(WORKING DATA)

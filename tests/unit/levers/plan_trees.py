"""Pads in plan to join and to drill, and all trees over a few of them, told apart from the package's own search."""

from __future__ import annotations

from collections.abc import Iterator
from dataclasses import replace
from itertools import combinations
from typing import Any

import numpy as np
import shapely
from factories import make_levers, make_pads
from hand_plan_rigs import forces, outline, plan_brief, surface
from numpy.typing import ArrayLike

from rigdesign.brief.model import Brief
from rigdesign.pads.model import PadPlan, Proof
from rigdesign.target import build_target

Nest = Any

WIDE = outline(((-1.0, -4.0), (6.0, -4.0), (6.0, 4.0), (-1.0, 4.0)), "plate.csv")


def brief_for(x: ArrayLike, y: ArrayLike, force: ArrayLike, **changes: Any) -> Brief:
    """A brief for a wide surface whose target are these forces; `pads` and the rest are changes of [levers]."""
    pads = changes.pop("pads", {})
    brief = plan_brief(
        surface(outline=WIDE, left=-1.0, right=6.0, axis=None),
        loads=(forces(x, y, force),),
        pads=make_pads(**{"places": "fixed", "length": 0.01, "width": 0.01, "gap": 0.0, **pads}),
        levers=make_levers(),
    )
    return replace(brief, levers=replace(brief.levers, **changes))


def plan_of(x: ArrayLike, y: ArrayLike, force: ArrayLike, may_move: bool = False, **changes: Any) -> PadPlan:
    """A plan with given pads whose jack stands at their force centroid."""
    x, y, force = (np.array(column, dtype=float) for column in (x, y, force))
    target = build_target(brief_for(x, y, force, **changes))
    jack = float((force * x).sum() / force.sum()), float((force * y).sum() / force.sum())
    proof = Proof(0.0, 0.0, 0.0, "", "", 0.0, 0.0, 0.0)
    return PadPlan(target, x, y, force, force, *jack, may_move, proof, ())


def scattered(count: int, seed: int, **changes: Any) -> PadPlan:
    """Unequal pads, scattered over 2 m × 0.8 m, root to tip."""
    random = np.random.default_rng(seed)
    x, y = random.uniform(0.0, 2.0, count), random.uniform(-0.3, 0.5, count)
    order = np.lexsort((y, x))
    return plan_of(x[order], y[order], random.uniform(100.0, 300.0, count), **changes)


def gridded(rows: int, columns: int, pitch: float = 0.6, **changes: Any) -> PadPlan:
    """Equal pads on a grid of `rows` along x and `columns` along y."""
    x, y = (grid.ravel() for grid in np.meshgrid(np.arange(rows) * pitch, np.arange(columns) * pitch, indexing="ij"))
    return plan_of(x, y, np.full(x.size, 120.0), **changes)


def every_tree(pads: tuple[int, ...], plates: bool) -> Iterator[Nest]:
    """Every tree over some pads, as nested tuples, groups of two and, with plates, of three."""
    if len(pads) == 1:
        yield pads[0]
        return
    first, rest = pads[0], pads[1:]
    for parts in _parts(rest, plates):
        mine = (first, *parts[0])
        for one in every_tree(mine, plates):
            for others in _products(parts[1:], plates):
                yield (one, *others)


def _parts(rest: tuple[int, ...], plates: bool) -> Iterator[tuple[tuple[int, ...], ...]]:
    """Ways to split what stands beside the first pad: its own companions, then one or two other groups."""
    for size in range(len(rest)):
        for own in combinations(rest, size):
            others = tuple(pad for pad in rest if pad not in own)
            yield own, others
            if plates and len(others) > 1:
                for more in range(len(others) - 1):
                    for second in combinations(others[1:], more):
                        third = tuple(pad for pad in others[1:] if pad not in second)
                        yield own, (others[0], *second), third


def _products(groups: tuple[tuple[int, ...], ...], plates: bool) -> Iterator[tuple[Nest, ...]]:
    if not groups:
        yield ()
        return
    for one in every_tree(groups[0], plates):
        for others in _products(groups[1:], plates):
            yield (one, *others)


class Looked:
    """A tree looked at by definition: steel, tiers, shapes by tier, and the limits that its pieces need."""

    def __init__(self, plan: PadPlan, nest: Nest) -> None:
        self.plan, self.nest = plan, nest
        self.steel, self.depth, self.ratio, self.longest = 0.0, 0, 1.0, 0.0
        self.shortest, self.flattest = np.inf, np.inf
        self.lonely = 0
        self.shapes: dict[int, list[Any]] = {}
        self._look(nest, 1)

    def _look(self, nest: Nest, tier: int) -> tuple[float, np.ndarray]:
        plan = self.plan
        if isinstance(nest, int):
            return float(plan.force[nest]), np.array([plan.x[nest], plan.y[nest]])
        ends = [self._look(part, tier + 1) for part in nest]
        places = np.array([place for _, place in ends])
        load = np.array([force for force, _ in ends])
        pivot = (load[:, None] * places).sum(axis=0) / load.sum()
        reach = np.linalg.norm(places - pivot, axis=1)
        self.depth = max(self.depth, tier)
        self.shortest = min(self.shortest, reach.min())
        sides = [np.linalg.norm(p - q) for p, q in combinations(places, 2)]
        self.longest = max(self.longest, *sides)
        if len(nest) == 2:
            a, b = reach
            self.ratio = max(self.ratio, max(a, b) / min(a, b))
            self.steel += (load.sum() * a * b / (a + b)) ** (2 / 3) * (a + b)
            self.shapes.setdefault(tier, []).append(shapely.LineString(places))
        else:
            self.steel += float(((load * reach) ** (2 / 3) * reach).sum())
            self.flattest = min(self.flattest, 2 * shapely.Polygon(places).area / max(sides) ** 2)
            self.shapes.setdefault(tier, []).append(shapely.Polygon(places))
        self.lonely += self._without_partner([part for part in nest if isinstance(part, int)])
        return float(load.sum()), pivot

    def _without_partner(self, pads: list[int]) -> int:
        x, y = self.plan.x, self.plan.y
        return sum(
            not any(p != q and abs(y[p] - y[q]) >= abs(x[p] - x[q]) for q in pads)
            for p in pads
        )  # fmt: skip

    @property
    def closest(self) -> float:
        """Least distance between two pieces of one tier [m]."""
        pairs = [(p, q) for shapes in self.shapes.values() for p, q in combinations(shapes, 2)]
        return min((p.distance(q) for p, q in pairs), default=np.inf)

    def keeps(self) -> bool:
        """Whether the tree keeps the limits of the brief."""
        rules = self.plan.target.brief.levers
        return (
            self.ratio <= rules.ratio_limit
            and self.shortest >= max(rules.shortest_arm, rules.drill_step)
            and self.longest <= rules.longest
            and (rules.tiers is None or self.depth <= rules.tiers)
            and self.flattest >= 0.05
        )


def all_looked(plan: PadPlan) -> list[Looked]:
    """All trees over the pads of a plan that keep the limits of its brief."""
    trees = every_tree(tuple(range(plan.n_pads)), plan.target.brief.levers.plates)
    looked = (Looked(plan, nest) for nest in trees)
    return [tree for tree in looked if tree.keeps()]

(End WORKING DATA)

## TASK DESCRIPTION
All records shown above need to be written out again verbatim.

## EXERCISE RESPONSE
filename tests/unit/levers/plan_trees.py
"""Pads in plan to join and to drill, and all trees over a few of them, told apart from the package's own search."""

from __future__ import annotations

from collections.abc import Iterator
from dataclasses import replace
from itertools import combinations
from typing import Any

import numpy as np
import shapely
from factories import make_levers, make_pads
from hand_plan_rigs import forces, outline, plan_brief, surface
from numpy.typing import ArrayLike

from rigdesign.brief.model import Brief
from rigdesign.pads.model import PadPlan, Proof
from rigdesign.target import build_target

Nest = Any

WIDE = outline(((-1.0, -4.0), (6.0, -4.0), (6.0, 4.0), (-1.0, 4.0)), "plate.csv")


def brief_for(x: ArrayLike, y: ArrayLike, force: ArrayLike, **changes: Any) -> Brief:
    """A brief for a wide surface whose target are these forces; `pads` and the rest are changes of [levers]."""
    pads = changes.pop("pads", {})
    brief = plan_brief(
        surface(outline=WIDE, left=-1.0, right=6.0, axis=None),
        loads=(forces(x, y, force),),
        pads=make_pads(**{"places": "fixed", "length": 0.01, "width": 0.01, "gap": 0.0, **pads}),
        levers=make_levers(),
    )
    return replace(brief, levers=replace(brief.levers, **changes))


def plan_of(x: ArrayLike, y: ArrayLike, force: ArrayLike, may_move: bool = False, **changes: Any) -> PadPlan:
    """A plan with given pads whose jack stands at their force centroid."""
    x, y, force = (np.array(column, dtype=float) for column in (x, y, force))
    target = build_target(brief_for(x, y, force, **changes))
    jack = float((force * x).sum() / force.sum()), float((force * y).sum() / force.sum())
    proof = Proof(0.0, 0.0, 0.0, "", "", 0.0, 0.0, 0.0)
    return PadPlan(target, x, y, force, force, *jack, may_move, proof, ())


def scattered(count: int, seed: int, **changes: Any) -> PadPlan:
    """Unequal pads, scattered over 2 m × 0.8 m, root to tip."""
    random = np.random.default_rng(seed)
    x, y = random.uniform(0.0, 2.0, count), random.uniform(-0.3, 0.5, count)
    order = np.lexsort((y, x))
    return plan_of(x[order], y[order], random.uniform(100.0, 300.0, count), **changes)


def gridded(rows: int, columns: int, pitch: float = 0.6, **changes: Any) -> PadPlan:
    """Equal pads on a grid of `rows` along x and `columns` along y."""
    x, y = (grid.ravel() for grid in np.meshgrid(np.arange(rows) * pitch, np.arange(columns) * pitch, indexing="ij"))
    return plan_of(x, y, np.full(x.size, 120.0), **changes)


def every_tree(pads: tuple[int, ...], plates: bool) -> Iterator[Nest]:
    """Every tree over some pads, as nested tuples, groups of two and, with plates, of three."""
    if len(pads) == 1:
        yield pads[0]
        return
    first, rest = pads[0], pads[1:]
    for parts in _parts(rest, plates):
        mine = (first, *parts[0])
        for one in every_tree(mine, plates):
            for others in _products(parts[1:], plates):
                yield (one, *others)


def _parts(rest: tuple[int, ...], plates: bool) -> Iterator[tuple[tuple[int, ...], ...]]:
    """Ways to split what stands beside the first pad: its own companions, then one or two other groups."""
    for size in range(len(rest)):
        for own in combinations(rest, size):
            others = tuple(pad for pad in rest if pad not in own)
            yield own, others
            if plates and len(others) > 1:
                for more in range(len(others) - 1):
                    for second in combinations(others[1:], more):
                        third = tuple(pad for pad in others[1:] if pad not in second)
                        yield own, (others[0], *second), third


def _products(groups: tuple[tuple[int, ...], ...], plates: bool) -> Iterator[tuple[Nest, ...]]:
    if not groups:
        yield ()
        return
    for one in every_tree(groups[0], plates):
        for others in _products(groups[1:], plates):
            yield (one, *others)


class Looked:
    """A tree looked at by definition: steel, tiers, shapes by tier, and the limits that its pieces need."""

    def __init__(self, plan: PadPlan, nest: Nest) -> None:
        self.plan, self.nest = plan, nest
        self.steel, self.depth, self.ratio, self.longest = 0.0, 0, 1.0, 0.0
        self.shortest, self.flattest = np.inf, np.inf
        self.lonely = 0
        self.shapes: dict[int, list[Any]] = {}
        self._look(nest, 1)

    def _look(self, nest: Nest, tier: int) -> tuple[float, np.ndarray]:
        plan = self.plan
        if isinstance(nest, int):
            return float(plan.force[nest]), np.array([plan.x[nest], plan.y[nest]])
        ends = [self._look(part, tier + 1) for part in nest]
        places = np.array([place for _, place in ends])
        load = np.array([force for force, _ in ends])
        pivot = (load[:, None] * places).sum(axis=0) / load.sum()
        reach = np.linalg.norm(places - pivot, axis=1)
        self.depth = max(self.depth, tier)
        self.shortest = min(self.shortest, reach.min())
        sides = [np.linalg.norm(p - q) for p, q in combinations(places, 2)]
        self.longest = max(self.longest, *sides)
        if len(nest) == 2:
            a, b = reach
            self.ratio = max(self.ratio, max(a, b) / min(a, b))
            self.steel += (load.sum() * a * b / (a + b)) ** (2 / 3) * (a + b)
            self.shapes.setdefault(tier, []).append(shapely.LineString(places))
        else:
            self.steel += float(((load * reach) ** (2 / 3) * reach).sum())
            self.flattest = min(self.flattest, 2 * shapely.Polygon(places).area / max(sides) ** 2)
            self.shapes.setdefault(tier, []).append(shapely.Polygon(places))
        self.lonely += self._without_partner([part for part in nest if isinstance(part, int)])
        return float(load.sum()), pivot

    def _without_partner(self, pads: list[int]) -> int:
        x, y = self.plan.x, self.plan.y
        return sum(
            not any(p != q and abs(y[p] - y[q]) >= abs(x[p] - x[q]) for q in pads)
            for p in pads
        )  # fmt: skip

    @property
    def closest(self) -> float:
        """Least distance between two pieces of one tier [m]."""
        pairs = [(p, q) for shapes in self.shapes.values() for p, q in combinations(shapes, 2)]
        return min((p.distance(q) for p, q in pairs), default=np.inf)

    def keeps(self) -> bool:
        """Whether the tree keeps the limits of the brief."""
        rules = self.plan.target.brief.levers
        return (
            self.ratio <= rules.ratio_limit
            and self.shortest >= max(rules.shortest_arm, rules.drill_step)
            and self.longest <= rules.longest
            and (rules.tiers is None or self.depth <= rules.tiers)
            and self.flattest >= 0.05
        )


def all_looked(plan: PadPlan) -> list[Looked]:
    """All trees over the pads of a plan that keep the limits of its brief."""
    trees = every_tree(tuple(range(plan.n_pads)), plan.target.brief.levers.plates)
    looked = (Looked(plan, nest) for nest in trees)
    return [tree for tree in looked if tree.keeps()]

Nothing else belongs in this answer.